### TO DO
Pull every line that includes the word "shipmentId" out of the data below and copy it.

### DATA FOR REVIEW
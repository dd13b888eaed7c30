import { eq } from 'drizzle-orm'
import { meta } from '../../../drizzle/schema'
import type { LogVerification } from '../../../utils/contract/log'
import { statement, type Database } from '../database/database'

const KEY = 'log-verified'

/** How the custody log was last checked. */
export interface LastVerification {
  /** UTC milliseconds. */
  at: number
  isOk: boolean
  /** The newest checkpoint that was ever found good together with all before it. */
  goodUpTo: number | null
}

interface Kept { ok: boolean, verifiedAt: string, goodUpTo?: number | null }

/** Keeps when the custody log was checked, whether it added up, and up to which checkpoint. */
export async function keepVerification(db: Database, { ok, verifiedAt, upTo }: LogVerification): Promise<void> {
  const goodUpTo = ok ? upTo : (await lastVerification(db))?.goodUpTo ?? null
  const value = JSON.stringify({ ok, verifiedAt, goodUpTo } satisfies Kept)
  await db.write([statement(db.read.insert(meta).values({ key: KEY, value }).onConflictDoUpdate({ target: meta.key, set: { value } }))])
}

/** How the custody log was last checked; null where it never was. */
export async function lastVerification({ read }: Database): Promise<LastVerification | null> {
  const [row] = await read.select().from(meta).where(eq(meta.key, KEY))
  if (!row) return null
  const { ok, verifiedAt, goodUpTo } = JSON.parse(row.value) as Kept
  return { at: Date.parse(verifiedAt), isOk: ok, goodUpTo: goodUpTo ?? null }
}
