import type { InStatement } from '@libsql/client'
import type { AnyCustodyEvent, AnyRecordedEvent } from '../../../utils/custody/event'
import type { Half } from '../../../utils/custody/half'
import { directory, type Directory } from '../directory/directory'
import type { Database } from '../database/database'
import { ROWS_BEFORE, rowsBefore, type Columns } from './cacheChanges'
import { SHARED_CODES, sharedCodes } from './findCylinder'
import { halvesFrom, halvesOf } from './saidByOthers'
import { unknownIds, type KnownIds } from './judge'
import { eventLine, recordedEvent, SELECT_EVENT_LINES, type LogRow } from './logRow'
import type { ChainHead } from './sealedRow'

/** What a group of events is judged on: the log as it stands, growing by each event that is accepted. */
export interface Group {
  /** The last line of the whole log; null while it is empty. */
  newest: { seq: number, id: string } | null
  directory: Directory
  known: KnownIds
  stored: (eventId: string) => { contentHash: string, seq: number, version: number } | undefined
  eventsOf: (cylinderId: string) => readonly AnyRecordedEvent[]
  headOf: (cylinderId: string) => ChainHead
  nextSeq: () => number
  add: (row: LogRow, event: AnyRecordedEvent) => void
  /** Codes of a cylinder that another one claims too. */
  codesOnTwo: (cylinderId: string) => ReadonlySet<string>
  /** The row of a cylinder as it stood before; null where there is none. */
  rowBefore: (cylinderId: string) => Columns | null
  /** The halves of a cylinder, and those of others that name it, as they stood before. */
  halvesBefore: (cylinderId: string) => { own: Half[], naming: Half[] }
  /** Cylinders that an accepted event has touched, with the lines added to each. */
  touched: () => { cylinderId: string, events: readonly AnyRecordedEvent[], added: readonly LogRow[] }[]
  mark: () => number
  /** Forgets what was added since the mark. */
  backTo: (mark: number) => void
}

const NONE: ReadonlySet<string> = new Set()

/** Reads what these events are to be judged on, at one instant. */
export async function group(db: Database, events: readonly AnyCustodyEvent[]): Promise<Group> {
  const ids = [...new Set(events.map(event => event.id))]
  const cylinderIds = [...new Set(events.map(event => event.cylinderId))]
  const named = idsIn(events)
  const [newestRows, storedRows, logRows, shipmentRows, lotRows, sharedRows, ownHalves, namingHalves, cylinderRows] = await db.readClient.batch([
    'SELECT seq, id FROM custody_events ORDER BY seq DESC LIMIT 1',
    inList('SELECT id, content_hash, seq, version FROM custody_events WHERE id IN', ids),
    inList(`${SELECT_EVENT_LINES} WHERE cylinder_id IN`, cylinderIds, 'ORDER BY cylinder_id, version'),
    inList('SELECT id FROM shipments WHERE id IN', named.shipments),
    inList('SELECT id FROM test_lots WHERE id IN', named.testLots),
    inList(SHARED_CODES, cylinderIds),
    halvesOf('cylinder_id', cylinderIds),
    halvesOf('other_id', cylinderIds),
    inList(ROWS_BEFORE, cylinderIds),
  ], 'read')

  const newestRow = newestRows?.rows[0]
  const newest = newestRow ? { seq: newestRow[0] as number, id: newestRow[1] as string } : null
  const stored = new Map((storedRows?.rows ?? []).map(row => [row[0] as string, {
    contentHash: row[1] as string, seq: row[2] as number, version: row[3] as number,
  }]))
  const heads = new Map<string, ChainHead>()
  const logs = new Map<string, AnyRecordedEvent[]>()
  for (const raw of logRows?.rows ?? []) {
    const line = eventLine(raw)
    heads.set(line.cylinder_id, { version: line.version, hash: line.hash })
    const log = logs.get(line.cylinder_id)
    if (log) log.push(recordedEvent(line))
    else logs.set(line.cylinder_id, [recordedEvent(line)])
  }
  const shipments = new Set((shipmentRows?.rows ?? []).map(row => row[0] as string))
  const testLots = new Set((lotRows?.rows ?? []).map(row => row[0] as string))
  const shared = sharedCodes(sharedRows?.rows ?? [])
  const own = halvesFrom(ownHalves?.rows ?? [])
  const naming = halvesFrom(namingHalves?.rows ?? [])
  const before = rowsBefore(cylinderRows?.rows ?? [])
  const { from, known } = await knownIds(db, events, shipments, testLots)

  const added: { row: LogRow, event: AnyRecordedEvent }[] = []
  const addedTo = (cylinderId: string) => added.filter(one => one.row.cylinder_id === cylinderId)
  const eventsOf = (cylinderId: string) => [...(logs.get(cylinderId) ?? []), ...addedTo(cylinderId).map(one => one.event)]
  return {
    newest,
    directory: from,
    known,
    codesOnTwo: cylinderId => shared.get(cylinderId) ?? NONE,
    rowBefore: cylinderId => before.get(cylinderId) ?? null,
    halvesBefore: cylinderId => ({
      own: own.filter(half => half.cylinderId === cylinderId), naming: naming.filter(half => half.otherId === cylinderId),
    }),
    stored(eventId) {
      const now = added.find(one => one.row.id === eventId)
      return now ? { contentHash: now.row.content_hash, seq: now.row.seq, version: now.row.version } : stored.get(eventId)
    },
    eventsOf,
    headOf(cylinderId) {
      const last = addedTo(cylinderId).at(-1)
      return last ? { version: last.row.version, hash: last.row.hash } : heads.get(cylinderId) ?? { version: 0, hash: '' }
    },
    nextSeq: () => (added.at(-1)?.row.seq ?? newest?.seq ?? 0) + 1,
    add: (row, event) => void added.push({ row, event }),
    touched() {
      const touched = [...new Set(added.map(one => one.row.cylinder_id))]
      return touched.map(cylinderId => ({
        cylinderId,
        events: eventsOf(cylinderId),
        added: addedTo(cylinderId).map(one => one.row),
      }))
    },
    mark: () => added.length,
    backTo: mark => void added.splice(mark),
  }
}

/** The directory, read again when an event names an id that the kept one does not have. */
async function knownIds(db: Database, events: readonly AnyCustodyEvent[], shipments: ReadonlySet<string>, testLots: ReadonlySet<string>) {
  let from = await directory(db)
  const known: KnownIds = {
    place: id => from.places.has(id),
    person: id => from.people.has(id),
    firm: id => from.firms.has(id),
    scale: id => from.scales.has(id),
    shipment: id => shipments.has(id),
    testLot: id => testLots.has(id),
  }
  if (events.some(event => unknownIds(event, known).length > 0)) from = await directory(db, true)
  return { from, known }
}

function idsIn(events: readonly AnyCustodyEvent[]): { shipments: string[], testLots: string[] } {
  const shipments = new Set<string>()
  const testLots = new Set<string>()
  for (const event of events) {
    const details = event.details as { shipmentId?: string, lotId?: string, instead?: { shipmentId?: string, lotId?: string } }
    for (const holder of [details, details.instead]) {
      if (holder?.shipmentId) shipments.add(holder.shipmentId.toLowerCase())
      if (holder?.lotId) testLots.add(holder.lotId.toLowerCase())
    }
  }
  return { shipments: [...shipments], testLots: [...testLots] }
}

function inList(sql: string, values: string[], end = ''): InStatement {
  return { sql: `${sql} (${values.map(() => '?').join(', ')}) ${end}`, args: values }
}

### EXERCISE ANSWER
    const details = event.details as { shipmentId?: string, lotId?: string, instead?: { shipmentId?: string, lotId?: string } }
      if (holder?.shipmentId) shipments.add(holder.shipmentId.toLowerCase())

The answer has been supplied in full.